*** Opening of Records for this exercise ***
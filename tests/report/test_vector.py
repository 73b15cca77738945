"""Matplotlib figures replayed as vector paths: positions, determinism, the .rlvec route."""

from __future__ import annotations

import numpy as np
import pdfplumber
import pytest
from matplotlib.figure import Figure

from sheets.report import vector
from sheets.report.vector import read_vector_file, record


def _line_figure():
    fig = Figure(figsize=(2, 1))  # 144 x 72 pt
    ax = fig.add_axes((0, 0, 1, 1))
    ax.set_axis_off()
    ax.set_xlim(0, 1)
    ax.set_ylim(0, 1)
    ax.plot([0.25, 0.75], [0.25, 0.75], color="#D55E00", lw=2)
    ax.fill([0.1, 0.2, 0.2], [0.8, 0.8, 0.9], color="#009E73", alpha=0.5)
    ax.text(0.5, 0.1, "N1", fontsize=8)
    return fig


def test_a_line_lands_where_the_axes_put_it(tmp_path):
    vector = record(_line_figure())
    assert (vector.width, vector.height) == (144, 72)
    path = tmp_path / "line.pdf"
    path.write_bytes(vector.pdf_bytes("line"))
    with pdfplumber.open(path) as pdf:
        page = pdf.pages[0]
        assert not page.images
        segments = page.lines + page.curves
        # data (0.25, 0.25)-(0.75, 0.75) in a unit axes filling a 144 x 72 pt page: (36, 18)-(108, 54) from the lower left
        hit = [s for s in segments if s["x0"] == pytest.approx(36, abs=0.05) and s["x1"] == pytest.approx(108, abs=0.05)
               and s["y0"] == pytest.approx(18, abs=0.05) and s["y1"] == pytest.approx(54, abs=0.05)]
        assert hit, segments
        # vermillion stroke, 2 pt wide
        assert tuple(round(c, 3) for c in hit[0]["stroking_color"]) == pytest.approx((0.835, 0.369, 0.0), abs=0.002)
        assert hit[0]["linewidth"] == pytest.approx(2.0)
        assert page.extract_text() == ""  # text drawn as outlines


def test_recording_is_deterministic():
    assert record(_line_figure()).pdf_bytes("x") == record(_line_figure()).pdf_bytes("x")


def test_savefig_rlvec_round_trip(tmp_path):
    fig = _line_figure()
    path = tmp_path / "fig.part.rlvec"
    fig.savefig(path, dpi=200, metadata={})
    assert read_vector_file(path) == record(_line_figure())


def _collections_figure():
    """Every kind of collection the sheets draw: lines of many colours, widths and dashes (some running off
    the page), translucent and opaque filled polygons, unfilled closed polygons, and a scatter (offsets)."""
    from matplotlib.collections import LineCollection, PolyCollection

    rng = np.random.default_rng(7)
    segs = rng.uniform(-0.1, 1.1, (300, 2, 2))
    polys = rng.uniform(0, 1, (40, 5, 2))
    fig = Figure(figsize=(3, 2))
    ax = fig.add_axes((0.05, 0.05, 0.9, 0.9))
    ax.set_xlim(0, 1)
    ax.set_ylim(0, 1)
    ax.add_collection(LineCollection(segs, colors=["#009E73", "#D55E00", "#999999"] * 100,
                                     linewidths=np.repeat([0.5, 1.0, 2.0], 100), linestyles=["solid", "dashed"] * 150))
    ax.add_collection(LineCollection(segs[:50, :, ::-1], colors="#000000", linewidths=0.8))  # one style: merged
    ax.add_collection(PolyCollection(polys[:20], facecolors=["#56B4E9", "#000000"], edgecolors="none", alpha=0.6))
    ax.add_collection(PolyCollection(polys[20:], facecolors="none", edgecolors="#222222", linewidths=0.7))
    ax.scatter(*rng.uniform(0, 1, (2, 30)), s=8, color="#CC79A7")
    ax.set_title("collections")
    return fig


def test_bulk_collections_record_exactly_what_one_path_at_a_time_records():
    fast = record(_collections_figure())
    slow = record(_collections_figure(), bulk=False)
    assert fast == slow  # the same operators, byte for byte: the same drawing
    assert fast.pdf_bytes("c") == slow.pdf_bytes("c")


def test_bulk_route_is_taken_and_strokes_of_one_style_are_merged(monkeypatch):
    calls = []
    original = vector.Recorder.draw_path

    def counting(self, *args, **kw):
        calls.append(1)
        return original(self, *args, **kw)

    monkeypatch.setattr(vector.Recorder, "draw_path", counting)
    fig = _collections_figure()
    vector.record(fig)
    bulk_calls = len(calls)
    calls.clear()
    vector.record(_collections_figure(), bulk=False)
    assert bulk_calls < len(calls) - 300  # the 300 lines (and 40 polygons) skipped draw_path
    # merging: consecutive opaque strokes of one style become one path whose subpaths are the originals
    ops = [("path", "0 0 m 1 1 l", "s", (1.0, 1.0), "S", None), ("path", "2 2 m 3 3 l", "s", (1.0, 1.0), "S", None),
           ("path", "4 4 m 5 5 l", "s", (0.5, 0.5), "S", None), ("path", "6 6 m 7 7 l h", "s", (1.0, 1.0), "f", None)]
    merged = vector.merge_strokes(ops)
    assert merged[0] == ("path", "0 0 m 1 1 l 2 2 m 3 3 l", "s", (1.0, 1.0), "S", None)
    assert merged[1:] == ops[2:]  # translucent strokes and fills stay apart


def test_long_paths_formatted_in_one_go_match_the_segment_walk():
    from matplotlib.path import Path as MplPath
    from matplotlib.transforms import Affine2D

    rng = np.random.default_rng(3)
    pts = rng.uniform(-20, 180, (3000, 2))
    pts[::7] = np.nan  # NaN breaks, as diagram2d._add_lines joins segments
    closed = MplPath([(10, 10), (50, 10), (50, 40), (0, 0)], [1, 2, 2, 79])
    move = Affine2D().scale(0.9).translate(3, -2)
    for path in (MplPath(pts), MplPath(pts[:60]), closed):
        for clip, simplify in (((-1.0, -1.0, 145.0, 73.0), True), (None, False)):
            assert vector._code(path, move, clip, simplify) == vector._walk(path, move, clip, simplify)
*** Close of Records for this exercise ***
> _Your assignment_: What is needed is an exact retyping of every line from the one containing "return original(self, *args, **kw)" through the final line of the entries, and only those lines.

> _Exercise output_:
        return original(self, *args, **kw)

    monkeypatch.setattr(vector.Recorder, "draw_path", counting)
    fig = _collections_figure()
    vector.record(fig)
    bulk_calls = len(calls)
    calls.clear()
    vector.record(_collections_figure(), bulk=False)
    assert bulk_calls < len(calls) - 300  # the 300 lines (and 40 polygons) skipped draw_path
    # merging: consecutive opaque strokes of one style become one path whose subpaths are the originals
    ops = [("path", "0 0 m 1 1 l", "s", (1.0, 1.0), "S", None), ("path", "2 2 m 3 3 l", "s", (1.0, 1.0), "S", None),
           ("path", "4 4 m 5 5 l", "s", (0.5, 0.5), "S", None), ("path", "6 6 m 7 7 l h", "s", (1.0, 1.0), "f", None)]
    merged = vector.merge_strokes(ops)
    assert merged[0] == ("path", "0 0 m 1 1 l 2 2 m 3 3 l", "s", (1.0, 1.0), "S", None)
    assert merged[1:] == ops[2:]  # translucent strokes and fills stay apart


def test_long_paths_formatted_in_one_go_match_the_segment_walk():
    from matplotlib.path import Path as MplPath
    from matplotlib.transforms import Affine2D

    rng = np.random.default_rng(3)
    pts = rng.uniform(-20, 180, (3000, 2))
    pts[::7] = np.nan  # NaN breaks, as diagram2d._add_lines joins segments
    closed = MplPath([(10, 10), (50, 10), (50, 40), (0, 0)], [1, 2, 2, 79])
    move = Affine2D().scale(0.9).translate(3, -2)
    for path in (MplPath(pts), MplPath(pts[:60]), closed):
        for clip, simplify in (((-1.0, -1.0, 145.0, 73.0), True), (None, False)):
            assert vector._code(path, move, clip, simplify) == vector._walk(path, move, clip, simplify)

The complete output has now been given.